----- Materials provided

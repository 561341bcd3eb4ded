package rolling

import (
	"math"
	"math/rand/v2"
	"testing"

	"gonum.org/v1/gonum/mat"
)

// TestNormal_Cond checks the condition number of 2×2 and 3×3 normal
// matrices against gonum's symmetric eigendecomposition (mat.EigenSym),
// on matrices from readings spread evenly and from readings crowded into
// a small part of the range.
func TestNormal_Cond(t *testing.T) {
	seed := uint64(17)
	t.Logf("seed %d", seed)
	rng := rand.New(rand.NewPCG(seed, 0))
	for i := range 500 {
		spread := math.Pow(10, -4*rng.Float64()) // 1 down to 1e-4 of [−1, 1]
		for _, p := range []int{2, 3} {
			ne := normal{p: p}
			n := 5 + rng.IntN(200)
			for range n {
				z := 1 - 2*spread*rng.Float64()
				x := [3]float64{1, z, z * z}
				for r := 0; r < p; r++ {
					for c := r; c < p; c++ {
						ne.g[r][c] += x[r] * x[c]
					}
				}
			}
			var beta [3]float64
			var inv [3][3]float64
			if !ne.solve(&beta, &inv) {
				continue
			}
			sym := mat.NewSymDense(p, nil)
			for r := 0; r < p; r++ {
				for c := r; c < p; c++ {
					sym.SetSym(r, c, ne.g[r][c])
				}
			}
			var es mat.EigenSym
			if !es.Factorize(sym, false) {
				t.Fatal("EigenSym failed")
			}
			ev := es.Values(nil)
			want := ev[len(ev)-1] / ev[0]
			if want > 1e10 {
				continue // beyond what either method resolves
			}
			// Both sides lose about cond·ε, relative, in the smallest
			// eigenvalue; allow 1e-12·cond.
			if got := ne.cond(); math.Abs(got-want)/want > 1e-12*want {
				t.Errorf("case %d p=%d: cond = %.12g, want %.12g", i, p, got, want)
			}
		}
	}
}
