// Package ingest turns bytes from the outside world into rolling.Reading
// values: times (ParseTime), replay files (CSVReader) and NATS message
// payloads (Decoder).
//
// # Decoding contract
//
// Decoders never panic on input bytes. A problem with a single reading or
// row is reported with the field and a bounded copy of the offending value,
// and the good readings around it are kept. Hot paths do not allocate per
// reading: returned byte slices alias the input or an internal buffer, and
// each type documents how long they stay valid.
//
// None of the types here are safe for concurrent use; give each goroutine
// its own CSVReader or Decoder. ParseTime and the Append functions are
// safe to call from any goroutine.
package ingest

----------

▶ **Exercise**
From the first line to the last, transcribe the data exactly.

▶ **Answer section**
repository 561341bcd3eb4ded
package rolling

import (
	"math"
	"math/rand/v2"
	"testing"

	"gonum.org/v1/gonum/mat"
)

// TestNormal_Cond checks the condition number of 2×2 and 3×3 normal
// matrices against gonum's symmetric eigendecomposition (mat.EigenSym),
// on matrices from readings spread evenly and from readings crowded into
// a small part of the range.
func TestNormal_Cond(t *testing.T) {
	seed := uint64(17)
	t.Logf("seed %d", seed)
	rng := rand.New(rand.NewPCG(seed, 0))
	for i := range 500 {
		spread := math.Pow(10, -4*rng.Float64()) // 1 down to 1e-4 of [−1, 1]
		for _, p := range []int{2, 3} {
			ne := normal{p: p}
			n := 5 + rng.IntN(200)
			for range n {
				z := 1 - 2*spread*rng.Float64()
				x := [3]float64{1, z, z * z}
				for r := 0; r < p; r++ {
					for c := r; c < p; c++ {
						ne.g[r][c] += x[r] * x[c]
					}
				}
			}
			var beta [3]float64
			var inv [3][3]float64
			if !ne.solve(&beta, &inv) {
				continue
			}
			sym := mat.NewSymDense(p, nil)
			for r := 0; r < p; r++ {
				for c := r; c < p; c++ {
					sym.SetSym(r, c, ne.g[r][c])
				}
			}
			var es mat.EigenSym
			if !es.Factorize(sym, false) {
				t.Fatal("EigenSym failed")
			}
			ev := es.Values(nil)
			want := ev[len(ev)-1] / ev[0]
			if want > 1e10 {
				continue // beyond what either method resolves
			}
			// Both sides lose about cond·ε, relative, in the smallest
			// eigenvalue; allow 1e-12·cond.
			if got := ne.cond(); math.Abs(got-want)/want > 1e-12*want {
				t.Errorf("case %d p=%d: cond = %.12g, want %.12g", i, p, got, want)
			}
		}
	}
}
// Package ingest turns bytes from the outside world into rolling.Reading
// values: times (ParseTime), replay files (CSVReader) and NATS message
// payloads (Decoder).
//
// # Decoding contract
//
// Decoders never panic on input bytes. A problem with a single reading or
// row is reported with the field and a bounded copy of the offending value,
// and the good readings around it are kept. Hot paths do not allocate per
// reading: returned byte slices alias the input or an internal buffer, and
// each type documents how long they stay valid.
//
// None of the types here are safe for concurrent use; give each goroutine
// its own CSVReader or Decoder. ParseTime and the Append functions are
// safe to call from any goroutine.
package ingest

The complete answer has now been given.